Assignment:
Your answer must be an exact copy of all the entries.

[Opening Materials provided section]

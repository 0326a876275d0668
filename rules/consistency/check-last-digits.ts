import { displayedUnit } from '../engine/analysis-digits';
import { quantityById } from '../quantities/registry';
import type { Reading } from '../record';
import { type ConsistencyInput, type ConsistencyObservation, knownReading } from './consistency-observation';

/** Read off an instrument whose last digit is as likely to be any as another. */
const instrumentQuantities = [
  'mass-in-air',
  'mass-in-water',
  'mass-saturated-surface-dry',
  'specimen-height',
  'failure-load',
  'bulk-specific-gravity-mix',
  'maximum-specific-gravity',
];

/** Fewer readings than this say nothing of their last digits. */
const leastReadings = 20;

/** One in five ends in 0 or 5 by chance; of twenty, twelve or more do so once in ten thousand (binomial). */
const suspiciousShare = 0.6;

/** Last digits that are 0 or 5 far too often: rounded by eye, or made up. */
export function checkLastDigits({ index }: ConsistencyInput): ConsistencyObservation[] {
  return instrumentQuantities.flatMap((quantity) => {
    const readings = index.all(quantity).filter(({ source }) => source !== null);
    if (readings.length < leastReadings) return [];
    const step = Math.min(...readings.map(displayedUnit));
    const preferred = readings.filter((reading) => Math.round(reading.value! / step) % 5 === 0);
    const share = preferred.length / readings.length;
    return share < suspiciousShare ? [] : [observation(quantity, readings, preferred.length)];
  });
}

function observation(
  quantity: string,
  readings: readonly Reading[],
  preferred: number,
): ConsistencyObservation {
  const label = quantityById(quantity)?.label ?? quantity;
  return {
    name: 'digit-preference',
    subject: `${label}, last digits`,
    severity: 'advisory',
    outcome: 'fail',
    observed: null,
    limit: null,
    unit: '1',
    sentence: `Of ${readings.length} values of ${label}, ${preferred} end in 0 or 5; one in five would by chance.`,
    reason:
      'The values may have been rounded before they were written down; report what the instrument shows.',
    evidence: readings.map((reading) => knownReading(reading).evidence),
    quantity,
    at: {},
  };
}
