import { leadBefore } from '@/lib/domain/clocks/clock-run'
import { later } from '@/lib/domain/clocks/civil-date'
import { eventDate } from '@/lib/domain/clocks/fact-index'
import type { Fact } from '@/lib/domain/clocks/facts'
import { rulesFor, type Graph, type Node } from '@/lib/domain/clocks/graph'
import type { ObligationRule, Step } from '@/lib/domain/clocks/procedure'
import { datedEvent, receivedByUtility } from '@/lib/domain/clocks/receipt'
import { sayDate } from '@/lib/domain/clocks/say'
import type { ScheduledItem } from '@/lib/domain/clocks/schedule-types'
import { localOf } from '@/lib/domain/clocks/zoned'

/** Closes a round of a step by its event, by its obligations, or as waived or taken over. */
export function closeNode(graph: Graph, step: Step, node: Node): void {
  const fact = graph.index.happened(step.key, node.instance) ?? doneBefore(graph, step, node)
  const waived = graph.index.waived(step.key, node.instance)
  if (fact) return closeBy(graph, step, node, fact)
  if (waived) {
    node.status = 'waived'
    node.onLine = true
    node.doneOn = eventDate(waived) ?? null
    node.derivation.push({
      kind: 'done',
      text: `Waived${node.doneOn ? ` ${sayDate(node.doneOn)}` : ''}.`,
    })
    return
  }
  closeByObligations(graph, step, node)
}

function doneBefore(graph: Graph, step: Step, node: Node): Fact | undefined {
  const fact = graph.index.takenOver(step.key, node.instance)
  return fact?.body.sinceOn ? undefined : fact
}

function closeBy(graph: Graph, step: Step, node: Node, fact: Fact): void {
  const event = datedEvent(
    fact,
    step,
    receivedByUtility(step) ? 'received' : 'sent',
    rulesFor(graph.parties, step),
  )
  const early = node.status === 'waiting'
  node.status = 'done'
  node.onLine = true
  node.outcome = fact.outcome ?? (step.outcomes.length === 1 ? step.outcomes[0]!.key : null)
  node.doneOn = event?.on ?? null
  node.provisional = false
  if (fact.kind === 'taken_over')
    node.derivation.push({ kind: 'done', text: 'Taken over as done.' })
  else
    node.derivation.push({
      kind: 'done',
      text: `Done${node.doneOn ? ` ${sayDate(node.doneOn)}` : ''}${outcomeWords(step, node)}.`,
    })
  if (early)
    node.derivation.push({
      kind: 'note',
      text: `Recorded before what it follows${fact.reason ? `: ${fact.reason}` : ''}.`,
    })
  if (node.doneOn && node.dueOn) judge(node, fact, event?.afterHours ?? false)
}

function outcomeWords(step: Step, node: Node): string {
  const outcome = step.outcomes.find((one) => one.key === node.outcome)
  return outcome && step.outcomes.length > 1 ? `: ${outcome.title}` : ''
}

/** In time, late, or on the day without an hour, which counts as in time. */
function judge(node: Node, fact: Fact, afterHours: boolean): void {
  const at = fact.receivedAt ?? fact.sentAt
  const dueOn = node.dueOn!
  if (node.doneOn! !== dueOn) {
    node.doneLate = node.doneOn! > dueOn
    node.hourRecorded = at !== undefined
    return
  }
  node.hourRecorded = at !== undefined
  node.doneLate = at !== undefined && (afterHours || isPast(at, node))
  if (!node.hourRecorded)
    node.derivation.push({
      kind: 'hour',
      text: 'Done on the due date, hour not recorded: counted as in time.',
    })
}

function isPast(at: string, node: Node): boolean {
  if (!node.dueAt || localOf(at, node.zone).on !== node.dueOn) return false
  return Date.parse(at) > Date.parse(node.dueAt)
}

function closeByObligations(graph: Graph, step: Step, node: Node): void {
  const rules = step.obligations ?? []
  if (rules.length === 0 || node.status === 'waiting') return
  const doneOn = rules.map((rule) => obligationDone(graph, step, node, rule))
  if (doneOn.some((on) => on === undefined)) return
  const last = doneOn.filter((on): on is string => on !== null && on !== undefined)
  node.status = 'done'
  node.onLine = true
  node.outcome = step.outcomes[0]?.key ?? null
  node.doneOn = last.length > 0 ? last.reduce(later) : null
  node.doneLate = node.doneOn && node.dueOn ? node.doneOn > node.dueOn : null
  node.derivation.push({ kind: 'done', text: `Done with the last of its ${rules.length} parts.` })
}

/** When an obligation was met; null: met, date unknown; undefined: open. */
function obligationDone(
  graph: Graph,
  step: Step,
  node: Node,
  rule: ObligationRule,
): string | null | undefined {
  if (graph.index.waived(step.key, node.instance, rule.key)) return null
  const facts = graph.index.obligationFacts(step.key, node.instance, rule.key)
  const last = facts.at(-1)
  if (!last) return undefined
  if (rule.what === 'money' && rule.target && heldOf(facts) < rule.target.amountMinor)
    return undefined
  return eventDate(last) ?? null
}

function heldOf(facts: readonly Fact[]): number {
  return facts.reduce((sum, fact) => sum + (fact.amountMinor ?? 0), 0)
}

/** The obligations of a round as items of their own, with start-by dates and money. */
export function obligationItems(graph: Graph, step: Step, node: Node): ScheduledItem[] {
  if (node.status === 'not_needed') return []
  return (step.obligations ?? []).map((rule) => {
    const { presumed: _presumed, ...base } = node
    const doneOn = obligationDone(graph, step, node, rule)
    const facts = graph.index.obligationFacts(step.key, node.instance, rule.key)
    const open = node.status === 'open' || node.status === 'stopped' || node.status === 'waiting'
    const lead = rule.leadBusinessDays
    return {
      ...base,
      obligation: rule.key,
      title: rule.title,
      onLine: false,
      ownerRole: rule.owner ?? node.ownerRole,
      status: open && doneOn !== undefined ? ('done' as const) : node.status,
      outcome: null,
      doneOn: doneOn ?? (open ? null : node.doneOn),
      doneLate: null,
      startBy:
        node.dueOn && lead ? leadBefore(node.dueOn, lead, rulesFor(graph.parties, step)) : null,
      moneyTargetMinor: rule.target?.amountMinor ?? null,
      moneyHeldMinor: rule.what === 'money' ? heldOf(facts) : null,
      derivation: node.derivation.filter((line) => line.kind === 'count' || line.kind === 'source'),
    }
  })
}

[Closing Materials provided section]

Result of this exercise:
repository 0326a876275d0668
filename rules/consistency/check-last-digits.ts
import { displayedUnit } from '../engine/analysis-digits';
import { quantityById } from '../quantities/registry';
import type { Reading } from '../record';
import { type ConsistencyInput, type ConsistencyObservation, knownReading } from './consistency-observation';

/** Read off an instrument whose last digit is as likely to be any as another. */
const instrumentQuantities = [
  'mass-in-air',
  'mass-in-water',
  'mass-saturated-surface-dry',
  'specimen-height',
  'failure-load',
  'bulk-specific-gravity-mix',
  'maximum-specific-gravity',
];

/** Fewer readings than this say nothing of their last digits. */
const leastReadings = 20;

/** One in five ends in 0 or 5 by chance; of twenty, twelve or more do so once in ten thousand (binomial). */
const suspiciousShare = 0.6;

/** Last digits that are 0 or 5 far too often: rounded by eye, or made up. */
export function checkLastDigits({ index }: ConsistencyInput): ConsistencyObservation[] {
  return instrumentQuantities.flatMap((quantity) => {
    const readings = index.all(quantity).filter(({ source }) => source !== null);
    if (readings.length < leastReadings) return [];
    const step = Math.min(...readings.map(displayedUnit));
    const preferred = readings.filter((reading) => Math.round(reading.value! / step) % 5 === 0);
    const share = preferred.length / readings.length;
    return share < suspiciousShare ? [] : [observation(quantity, readings, preferred.length)];
  });
}

function observation(
  quantity: string,
  readings: readonly Reading[],
  preferred: number,
): ConsistencyObservation {
  const label = quantityById(quantity)?.label ?? quantity;
  return {
    name: 'digit-preference',
    subject: `${label}, last digits`,
    severity: 'advisory',
    outcome: 'fail',
    observed: null,
    limit: null,
    unit: '1',
    sentence: `Of ${readings.length} values of ${label}, ${preferred} end in 0 or 5; one in five would by chance.`,
    reason:
      'The values may have been rounded before they were written down; report what the instrument shows.',
    evidence: readings.map((reading) => knownReading(reading).evidence),
    quantity,
    at: {},
  };
}
import { leadBefore } from '@/lib/domain/clocks/clock-run'
import { later } from '@/lib/domain/clocks/civil-date'
import { eventDate } from '@/lib/domain/clocks/fact-index'
import type { Fact } from '@/lib/domain/clocks/facts'
import { rulesFor, type Graph, type Node } from '@/lib/domain/clocks/graph'
import type { ObligationRule, Step } from '@/lib/domain/clocks/procedure'
import { datedEvent, receivedByUtility } from '@/lib/domain/clocks/receipt'
import { sayDate } from '@/lib/domain/clocks/say'
import type { ScheduledItem } from '@/lib/domain/clocks/schedule-types'
import { localOf } from '@/lib/domain/clocks/zoned'

/** Closes a round of a step by its event, by its obligations, or as waived or taken over. */
export function closeNode(graph: Graph, step: Step, node: Node): void {
  const fact = graph.index.happened(step.key, node.instance) ?? doneBefore(graph, step, node)
  const waived = graph.index.waived(step.key, node.instance)
  if (fact) return closeBy(graph, step, node, fact)
  if (waived) {
    node.status = 'waived'
    node.onLine = true
    node.doneOn = eventDate(waived) ?? null
    node.derivation.push({
      kind: 'done',
      text: `Waived${node.doneOn ? ` ${sayDate(node.doneOn)}` : ''}.`,
    })
    return
  }
  closeByObligations(graph, step, node)
}

function doneBefore(graph: Graph, step: Step, node: Node): Fact | undefined {
  const fact = graph.index.takenOver(step.key, node.instance)
  return fact?.body.sinceOn ? undefined : fact
}

function closeBy(graph: Graph, step: Step, node: Node, fact: Fact): void {
  const event = datedEvent(
    fact,
    step,
    receivedByUtility(step) ? 'received' : 'sent',
    rulesFor(graph.parties, step),
  )
  const early = node.status === 'waiting'
  node.status = 'done'
  node.onLine = true
  node.outcome = fact.outcome ?? (step.outcomes.length === 1 ? step.outcomes[0]!.key : null)
  node.doneOn = event?.on ?? null
  node.provisional = false
  if (fact.kind === 'taken_over')
    node.derivation.push({ kind: 'done', text: 'Taken over as done.' })
  else
    node.derivation.push({
      kind: 'done',
      text: `Done${node.doneOn ? ` ${sayDate(node.doneOn)}` : ''}${outcomeWords(step, node)}.`,
    })
  if (early)
    node.derivation.push({
      kind: 'note',
      text: `Recorded before what it follows${fact.reason ? `: ${fact.reason}` : ''}.`,
    })
  if (node.doneOn && node.dueOn) judge(node, fact, event?.afterHours ?? false)
}

function outcomeWords(step: Step, node: Node): string {
  const outcome = step.outcomes.find((one) => one.key === node.outcome)
  return outcome && step.outcomes.length > 1 ? `: ${outcome.title}` : ''
}

/** In time, late, or on the day without an hour, which counts as in time. */
function judge(node: Node, fact: Fact, afterHours: boolean): void {
  const at = fact.receivedAt ?? fact.sentAt
  const dueOn = node.dueOn!
  if (node.doneOn! !== dueOn) {
    node.doneLate = node.doneOn! > dueOn
    node.hourRecorded = at !== undefined
    return
  }
  node.hourRecorded = at !== undefined
  node.doneLate = at !== undefined && (afterHours || isPast(at, node))
  if (!node.hourRecorded)
    node.derivation.push({
      kind: 'hour',
      text: 'Done on the due date, hour not recorded: counted as in time.',
    })
}

function isPast(at: string, node: Node): boolean {
  if (!node.dueAt || localOf(at, node.zone).on !== node.dueOn) return false
  return Date.parse(at) > Date.parse(node.dueAt)
}

function closeByObligations(graph: Graph, step: Step, node: Node): void {
  const rules = step.obligations ?? []
  if (rules.length === 0 || node.status === 'waiting') return
  const doneOn = rules.map((rule) => obligationDone(graph, step, node, rule))
  if (doneOn.some((on) => on === undefined)) return
  const last = doneOn.filter((on): on is string => on !== null && on !== undefined)
  node.status = 'done'
  node.onLine = true
  node.outcome = step.outcomes[0]?.key ?? null
  node.doneOn = last.length > 0 ? last.reduce(later) : null
  node.doneLate = node.doneOn && node.dueOn ? node.doneOn > node.dueOn : null
  node.derivation.push({ kind: 'done', text: `Done with the last of its ${rules.length} parts.` })
}

/** When an obligation was met; null: met, date unknown; undefined: open. */
function obligationDone(
  graph: Graph,
  step: Step,
  node: Node,
  rule: ObligationRule,
): string | null | undefined {
  if (graph.index.waived(step.key, node.instance, rule.key)) return null
  const facts = graph.index.obligationFacts(step.key, node.instance, rule.key)
  const last = facts.at(-1)
  if (!last) return undefined
  if (rule.what === 'money' && rule.target && heldOf(facts) < rule.target.amountMinor)
    return undefined
  return eventDate(last) ?? null
}

function heldOf(facts: readonly Fact[]): number {
  return facts.reduce((sum, fact) => sum + (fact.amountMinor ?? 0), 0)
}

/** The obligations of a round as items of their own, with start-by dates and money. */
export function obligationItems(graph: Graph, step: Step, node: Node): ScheduledItem[] {
  if (node.status === 'not_needed') return []
  return (step.obligations ?? []).map((rule) => {
    const { presumed: _presumed, ...base } = node
    const doneOn = obligationDone(graph, step, node, rule)
    const facts = graph.index.obligationFacts(step.key, node.instance, rule.key)
    const open = node.status === 'open' || node.status === 'stopped' || node.status === 'waiting'
    const lead = rule.leadBusinessDays
    return {
      ...base,
      obligation: rule.key,
      title: rule.title,
      onLine: false,
      ownerRole: rule.owner ?? node.ownerRole,
      status: open && doneOn !== undefined ? ('done' as const) : node.status,
      outcome: null,
      doneOn: doneOn ?? (open ? null : node.doneOn),
      doneLate: null,
      startBy:
        node.dueOn && lead ? leadBefore(node.dueOn, lead, rulesFor(graph.parties, step)) : null,
      moneyTargetMinor: rule.target?.amountMinor ?? null,
      moneyHeldMinor: rule.what === 'money' ? heldOf(facts) : null,
      derivation: node.derivation.filter((line) => line.kind === 'count' || line.kind === 'source'),
    }
  })
}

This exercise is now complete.